Following a discussion we had with @swheater and @PatRyserWelch, I would like to know your DS developer opinion regarding the possibility for Opal to assign table into a tibble instead of a plain-old data.frame. The tibble data structure is a “modern reimagining of the data.frame”, part of the Tidyverse project. It aims at being easier to work with and potentially faster. As an example, the package dplyr is a powerful library for manipulating tibbles (select, group, filter, join etc.).
Opal has been using the tibble format to push its tables to R for 2 years (tibble 1.2), except in a Datashield context… for legacy and backward compatibility reasons. Also one specifity of Opal’s data frames for Datashield is that the participant identifiers are set as the row names of the data frame instead of being a separate column. Tibble does not allow to set the row names, and in addition to that, this makes impossible to have a data frame with multiple rows per participant (which can be problematic when there are for instance several measures per individual).
The impact of switching to tibbles will be:
- the checkClass() functions assumes that the class is a single string, but in the case of a tibble the class names returned are “tbl” and “data.frame” (there can be even more). This breaks the checkClass() current implementation and the subsequent class comparisons (
%in%operator is to be used in place of the
- there will be a new column for the identifiers, which will appear on colnames() call.

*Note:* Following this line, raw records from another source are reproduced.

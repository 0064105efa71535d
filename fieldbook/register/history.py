"""Published coordinates: each with number, date, evidence and successor. Nothing published is ever struck, only succeeded or withdrawn.

A publication is an entry `published` that freezes the coordinate, its covariance in two parts and the SHA-256 of every piece of
evidence. Its number is `<first eight digits of the register's id>-<mark>.<running>`. It is in force from its entry until the
next one of the mark, or a `withdrawn`.

Moved or re-observed? Occupations that are new are held against those of the predecessor, what both share left out: F in plan, t in
height, 5 % for both together (Bonferroni), as repeats within a book are (`check.repeats`). Significant: the mark moved, or one of
them is wrong; not significant: the same point, known better. Without new occupations the figure was only made anew.
"""

from __future__ import annotations

from collections.abc import Sequence
from dataclasses import dataclass
from datetime import timedelta
from typing import Any

import numpy as np

from fieldbook.clock import utc_ms_of, utc_text
from fieldbook.errors import UsageError
from fieldbook.model.canonical import Tree, fixed
from fieldbook.model.entry import Entry
from fieldbook.reduce import frames
from fieldbook.reduce.combine import height_significance, linear_form, plan_significance, weights_of
from fieldbook.reduce.geodesy import enu_difference

from .combining import MarkValue
from .decisions import moment_of
from .evidence import Evidence, Place, evidence_from_tree
from .fold import Mark, RegisterState, prefix_of
from .members import Member, inputs_of, same_epoch
from .results import Row, rows_of
from .store import Register

LEVEL = 0.05 / 2  # two tests
SAME_M = 1e-6
DAY_MS = round(timedelta(days=1).total_seconds() * 1000)
MOVED, REOBSERVED, RECOMPUTED, FIRST, OTHER_FRAME = (
    "moved",
    "re-observed",
    "recomputed",
    "first",
    "other frame or epoch",
)


@dataclass(frozen=True)
class Change:
    """What a publication changed. Metres, new minus old; None where frames differ or there is no predecessor.

    verdict: "first", "re-observed", "moved", "recomputed", "other frame or epoch". Significances: probability of a larger
    difference of the new occupations from the old ones if the mark stood still.
    """

    verdict: str
    difference_enu_m: tuple[float, float, float | None] | None = None
    plan_significance: float | None = None
    height_significance: float | None = None


@dataclass(frozen=True)
class Published:
    """A published coordinate with its successor: the number that followed, or who withdrew it when."""

    entry: Entry
    number: str
    mark: int
    successor: str | None
    until_utc: str | None
    withdrawn: Entry | None

    @property
    def in_force(self) -> bool:
        """Whether it is the value of today."""
        return self.until_utc is None


@dataclass(frozen=True)
class Outcome:
    """What became of the wish to publish a mark: "published", "unchanged" or "refused", with the number or the reason."""

    mark: int
    name: str
    outcome: str
    text: str
    number: str | None = None
    change: Change | None = None


def history(state: RegisterState, mark: int) -> list[Published]:
    """All published coordinates of a mark, in order; of every number that is this mark today."""
    root = state.root_of(mark)
    found: list[Published] = []
    events = [e for e in state.standing("published", "withdrawn") if state.root_of(int(e.body["mark"])) == root]
    for place, entry in enumerate(events):
        if entry.kind != "published":
            continue
        following = events[place + 1] if place + 1 < len(events) else None
        successor = str(following.body["number"]) if following is not None and following.kind == "published" else None
        until = None if following is None else following.utc
        withdrawn = following if following is not None and following.kind == "withdrawn" else None
        found.append(Published(entry, str(entry.body["number"]), root, successor, until, withdrawn))
    return found


def in_force(state: RegisterState, mark: int, on: str | None = None) -> Published | None:
    """The value in force at the end of a day, or at a moment; now if None. None if there was none.

    Raises:
        UsageError: no date.
    """
    moment = None if on is None else end_of(on)
    for item in reversed(history(state, mark)):
        begun = moment is None or item.entry.utc < moment
        if begun:
            ended = item.until_utc is not None and (moment is None or item.until_utc < moment)
            return None if ended else item
    return None


def end_of(text: str) -> str:
    """The first moment after a day, or just after a full time: what an entry must come before.

    Raises:
        UsageError: no date.
    """
    ms = utc_ms_of(moment_of(text))
    return utc_text(ms + (DAY_MS if len(text) == 10 else 1))


def publish(register: Register, only: Sequence[int] | None, *, by: str, reason: str) -> list[Outcome]:
    """Publish marks, or all that have a coordinate; each an entry of its own, all in one transaction.

    A mark whose findings stop it is refused, one whose coordinate and evidence are those in force is left as it is.

    Raises:
        UsageError: nobody named, or no reason.
    """
    if not by.strip() or not reason.strip():
        raise UsageError("Who publishes, and why, must be said.", "Give --by and --reason.", code="no_reason")
    found = []
    with register.transaction():
        for row in rows_of(register, only=only):
            if row.value.place is None and only is None:
                continue
            found.append(_publish(register, row, by=by, reason=reason))
    return found


def _publish(register: Register, row: Row, *, by: str, reason: str) -> Outcome:
    value, mark, state = row.value, row.value.mark, register.state()
    if value.place is None or value.datum is None:
        return Outcome(mark.number, mark.name, "refused", "No occupation of it can be used.")
    stops = [item for item in value.findings if item.severity == "stop"]
    if stops:
        return Outcome(mark.number, mark.name, "refused", f"{stops[0].text}")
    known = history(state, mark.number)
    before = in_force(state, mark.number)
    body = body_of(state, row, len(known) + 1, reason)
    if before is not None and _same(before.entry.body, body):
        return Outcome(mark.number, mark.name, "unchanged", "in force with the same evidence", before.number)
    change = _change(register, value, before)
    body |= {"supersedes": None if before is None else before.number, "change": _change_tree(change)}
    register.append("published", body, by)
    return Outcome(mark.number, mark.name, "published", change_words(change), body["number"], change)


def withdraw(register: Register, mark: Mark, *, by: str, reason: str) -> Entry:
    """From now on no value of a mark is in force; why is told to whoever asks.

    Raises:
        UsageError: none is in force.
    """
    before = in_force(register.state(), mark.number)
    if before is None:
        raise UsageError(f"No value of {mark.name} (mark {mark.number}) is in force.", "There is nothing to withdraw.")
    return register.append("withdrawn", {"mark": mark.number, "number": before.number, "reason": reason}, by)


def body_of(state: RegisterState, row: Row, running: int | None, reason: str) -> Tree:
    """The frozen facts of a publication; without `running` they bear no number."""
    value, place = row.value, row.value.place
    assert place is not None  # noqa: S101 - the caller has looked
    assert value.datum is not None  # noqa: S101
    datum, height, local = value.datum, value.height, row.local
    return {
        "number": "" if running is None else f"{prefix_of(state.id)}-{value.mark.number}.{running}",
        "mark": value.mark.number,
        "name": value.mark.name,
        "place": {
            "frame": place.frame,
            "frame_name": place.frame_name,
            "epoch": fixed(place.epoch, 4),
            "lat_deg": fixed(place.lat_deg, 12),
            "lon_deg": fixed(place.lon_deg, 12),
            "h_m": fixed(place.h_m, 6),
            "xyz_m": None if place.xyz_m is None else [fixed(v, 6) for v in place.xyz_m],
        },
        "height": None
        if height is None
        else {
            "model": height.model,
            "model_sha256": height.model_sha256,
            "datum": height.datum,
            "undulation_m": fixed(height.undulation_m, 6),
            "orthometric_m": fixed(height.orthometric_m, 6),
            "vertical95_m": fixed(height.vertical95_m, 6),
        },
        "datum_accuracy": {
            "u_enu_m": [fixed(u, 7) for u in datum.u_enu_m],
            "horizontal95_m": fixed(datum.horizontal95_m, 6),
            "vertical95_m": fixed(datum.vertical95_m, 6),
            "ellipse95": [
                fixed(datum.ellipse95.major_m, 6),
                fixed(datum.ellipse95.minor_m, 6),
                fixed(datum.ellipse95.azimuth_deg, 2),
            ],
            "class": list(row.datum_class),
        },
        "between_accuracy": {
            "horizontal95_worst_m": fixed(local.horizontal_worst_m, 6),
            "vertical95_worst_m": fixed(local.vertical_worst_m, 6),
            "neighbours": sorted({n for line in local.lines for n in (line.first, line.second)} - {value.mark.number}),
            "class": list(row.between_class),
        },
        "cov_own_m2": _matrix(value.cov_own_m2),
        "cov_common_m2": _matrix(value.cov_common_m2),
        "method": value.method,
        "independence": value.independence,
        "evidence": [[m.held.book, m.held.occupation, m.held.evidence] for m in value.members],
        "reason": reason,
    }


def _matrix(rows: list[list[float]] | None) -> list[list[str | None]] | None:
    return None if rows is None else [[fixed(value, 18) for value in row] for row in rows]


def _same(old: Tree, new: Tree) -> bool:
    """The same evidence and the same figures to a micrometre; neighbours may have changed."""
    if old["evidence"] != new["evidence"] or old["name"] != new["name"]:
        return False
    one, two = old["place"], new["place"]
    if any(one[key] != two[key] for key in ("frame", "epoch")):
        return False
    moved = _apart(one, two)
    return moved is not None and max(abs(value or 0.0) for value in moved) <= SAME_M


def _apart(one: Tree, two: Tree) -> tuple[float, float, float | None] | None:
    """Second minus first, east north up; None in two frames or epochs."""
    epochs = [None if place["epoch"] is None else float(place["epoch"]) for place in (one, two)]
    if one["frame"] != two["frame"] or not same_epoch(*epochs):
        return None
    ellipsoid = frames.frame_info(str(one["frame"])).ellipsoid
    both = one["h_m"] is not None and two["h_m"] is not None
    ends = [(float(p["lat_deg"]), float(p["lon_deg"]), float(p["h_m"]) if both else 0.0) for p in (one, two)]
    east, north, up = (float(value) for value in enu_difference(ends[0], ends[1], ellipsoid))
    return east, north, up if both else None


def apart_m(stated: Tree, place: Place) -> tuple[float, float, float | None] | None:
    """A place minus a published one, east north up in metres; None in two frames or epochs, up None without heights."""
    now: Tree = {
        "frame": place.frame,
        "epoch": fixed(place.epoch, 4),
        "lat_deg": fixed(place.lat_deg, 12),
        "lon_deg": fixed(place.lon_deg, 12),
        "h_m": fixed(place.h_m, 6),
    }
    return _apart(stated, now)


def _change(register: Register, value: MarkValue, before: Published | None) -> Change:
    if before is None:
        return Change(FIRST)
    old = before.entry.body
    assert value.place is not None  # noqa: S101 - the caller has looked
    difference = apart_m(old["place"], value.place)
    if difference is None:
        return Change(OTHER_FRAME)
    known = {(book, occupation) for book, occupation, _ in old["evidence"]}
    fresh = [member for member in value.members if member.held.key not in known]
    earlier = _earlier(register, value, old)
    if not fresh or not earlier:
        return Change(RECOMPUTED, difference)
    plan_p, height_p = _significances(earlier, fresh)
    moved = plan_p < LEVEL or (height_p is not None and height_p < LEVEL)
    return Change(MOVED if moved else REOBSERVED, difference, plan_p, height_p)
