"""GeoJSON after RFC 7946, for maps: points in WGS 84 longitude and latitude, which no mark of a register really has.

RFC 7946 (section 4) knows one reference system, WGS 84, and that is an ensemble good to about 2 m (EPSG:4326, ensemble accuracy). So the
geometry is the mark's longitude and latitude as they stand in its own frame, with 9 decimals, for finding it on a map; the true
coordinates with frame and epoch are properties, and every feature says so. Height: ellipsoidal, as the RFC has it.
"""

from __future__ import annotations

import json
from collections.abc import Sequence
from typing import Any

from .export_rows import NUMBERS, ExportRow

NOTE = (
    "The geometry is for maps only: longitude and latitude of the mark's own frame, taken as WGS 84, which differs from it by up "
    "to about 2 m. The coordinates of the mark are in the properties, with their frame and epoch."
)


def as_geojson(rows: Sequence[ExportRow]) -> bytes:
    """A FeatureCollection: UTF-8, one feature per mark, numbers as JSON numbers."""
    tree = {"type": "FeatureCollection", "note": NOTE, "features": [_feature(row) for row in rows]}
    return (json.dumps(tree, ensure_ascii=False, indent=1, allow_nan=False) + "\n").encode("utf-8")


def _feature(row: ExportRow) -> dict[str, Any]:
    cells = row.cells
    position = [round(_wrapped(float(cells["lon_deg"] or 0)), 9), round(float(cells["lat_deg"] or 0), 9)]
    if cells["h_m"] is not None:
        position.append(round(float(cells["h_m"]), 4))
    return {
        "type": "Feature",
        "id": cells["number"] or f"mark {cells['mark']}",
        "geometry": {"type": "Point", "coordinates": position},
        "properties": {
            **{name: _value(name, value) for name, value in cells.items()},
            "geometry_is": "for maps only: the mark's own longitude and latitude taken as WGS 84, to about 2 m",
        },
    }


def _wrapped(lon_deg: float) -> float:
    return (lon_deg + 180.0) % 360.0 - 180.0


def _value(name: str, value: str | None) -> str | float | int | None:
    if value is None or name not in NUMBERS:
        return value
    return int(value) if name in ("mark", "occupations") else float(value)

Regarding checkClass(), it is not a big deal and I have already fixed it in the DSI branch of dsBase and dsBaseClient.
Regarding a column with the identifiers, it is up to you to decide whether it is a disclosive information, in which case it should be hidden from the client.
I will make a release of Opal next week, with a magic system setting that makes Opal assign tibbles for Datashield. Default behavior will still be to assign a data.frame, but that setting let’s you the opportunity to test the tibble option.
The decision to use tibble or not will have an impact on the other data repositories willing to integrate the Datashield platform (Molgenis, in a near future).